La presidenza non dovrebbe rischiare e dunque è probabile che il voto slitti ancora. Il dossier doveva tornare in agenda domani alla riunione degli ambasciatori dell’Ue al Coreper (il comitato dei rappresentanti permanenti presso l’Ue), chiamati a dare l’ultimo via libera all’accordo raggiunto tra Consiglio e Parlamento a fine ottobre. Il voto finale si sarebbe dovuto tenere ieri mattina come primo punto all’ordine del giorno, ma presidenza della Svezia alla guida del Consiglio Ue – una volta preso atto di una maggioranza traballante sul testo finale – ha poi deciso sempre di rimandare a venerdì il voto sul dossier. Con i soli voti contrari di Roma e Varsavia e l’astensione di Sofia l’accordo otterrebbe comunque il via libera tra gli ambasciatori dei Ventisette con voto a maggioranza qualificata, che si raggiunge quando il 55 per cento degli Stati membri vota a favore (in pratica, 15 Paesi su 27) e quando gli Stati membri che appoggiano la proposta rappresentano almeno il 65 per cento della popolazione totale dell’Ue. A pesare questa volta è l’indecisione della Germania, che da settimane sta facendo pressioni sulla Commissione europea per presentare nuove norme per consentire la vendita di motori a combustione dopo il 2035 se si potrà dimostrare che sono alimentati con gli e-fuel, ovvero combustibili liquidi o gassosi, di origine sintetica, che vengono prodotti attraverso processi alimentati da energia elettrica.

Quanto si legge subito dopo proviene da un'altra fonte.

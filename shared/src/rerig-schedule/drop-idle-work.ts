import { dutyOutcomes } from './read-plan.js';
import type { VesselChoice } from './read-plan.js';
import type { VesselModel } from './vessel-model.js';

/**
 * The same choice without work that nothing asks for and visits in which nothing is done. A solver that may stop within
 * a gap, or finds work that costs nothing, can leave some in. Latest first, so that the doings left are the needed ones.
 */
export function dropIdleWork(model: VesselModel, choice: VesselChoice): VesselChoice {
  const { pinned, locked } = model.input.decisions;
  let works = [...choice.works];
  const lateDaysOf = (candidate: VesselChoice['works']): number =>
    dutyOutcomes(model, { visits: choice.visits, works: candidate }).reduce(
      (sum, { lateDays }) => sum + lateDays,
      0,
    );
  let lateDays = lateDaysOf(works);
  for (const work of [...works].sort((one, other) => other.window - one.window)) {
    const { task } = model.tasks[work.taskIndex];
    const windowId = model.windows[work.window].window.id;
    const asked =
      pinned.some((pin) => pin.taskId === task.id && pin.windowId === windowId) ||
      works.some(
        (other) => other.window === work.window && model.tasks[other.taskIndex].task.needs.includes(task.id),
      );
    if (asked) continue;
    const without = works.filter((other) => other !== work);
    const lateWithout = lateDaysOf(without);
    if (lateWithout > lateDays) continue;
    works = without;
    lateDays = lateWithout;
  }
  return {
    visits: choice.visits.filter(
      ({ window }) =>
        works.some((work) => work.window === window) ||
        locked.some(({ windowId }) => windowId === model.windows[window].window.id),
    ),
    works,
  };
}
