import type { Curve, CurveSegment } from './curve.js';

/**
 * The same curve with every life divided, for surroundings harsher than those of its tests.
 *
 * @param divisor 1 or more
 * @throws RangeError for a divisor below 1: surroundings never lengthen a life
 * Source of the divisors in use: 2 in class-society rules for a corrosive environment, 3 in DNV-RP-C203 between air
 * and free corrosion (both published, secondary).
 */
export function divideLife(curve: Curve, divisor: number): CurveSegment[] {
  if (!(divisor >= 1)) throw new RangeError(`A life divisor must be 1 or more, not ${divisor}.`);
  return curve.segments.map((segment) => ({ ...segment, log10a: segment.log10a - Math.log10(divisor) }));
}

In realtà, l’accordo politico negoziato dai co-legislatori in ottobre già prevede un riferimento al fatto che la Commissione europea presenti una proposta per l’immatricolazione dei veicoli che funzionano esclusivamente con combustibili CO2 neutrali dopo il 2035. Berlino preme per il riconoscimento immediato o almeno per un impegno vincolante da parte di Bruxelles che le nuove norme con un voto contrario o un’astensione della Germania (che rappresenta circa il 18,59 per cento della popolazione europea) il risultato sarebbe ribaltato. Questo ha spinto la presidenza di Stoccolma a rimandare il voto, avere più tempo per convincere la Germania a restare a bordo e a non vanificare l’intero piano. Si lavora dunque a un emendamento, o un aggiustamento, al testo finale dell’accordo che rassicuri Berlino e al tempo stesso non si allontani dall’intesa con gli eurodeputati.
L’accordo
L’intesa raggiunta in ottobre prevede inoltre lo stop alla vendita di auto e furgoni con motori a combustione interna, quindi benzina e diesel, entro il 2035 in tutta Ue, con una tappa intermedia di riduzione delle emissioni di CO2 delle auto nuove e dei nuovi furgoni entro il 2030 (rispettivamente del 55 e 50 per cento, rispetto ai livelli del 2021). Entro il 2025, la Commissione Ue dovrà presentare un metodo di calcolo per valutare e comunicare i dati sulle emissioni di CO2 durante tutto il ciclo di vita delle auto e dei furgoni venduti sul mercato dell’Ue e l’accordo include una clausola di revisione perché la Commissione valuti nel 2026 i progressi compiuti verso il raggiungimento degli obiettivi di riduzione delle emissioni e possa riesaminare tali obiettivi tenendo conto degli sviluppi tecnologici, anche per quanto riguarda le tecnologie ibride plug-in.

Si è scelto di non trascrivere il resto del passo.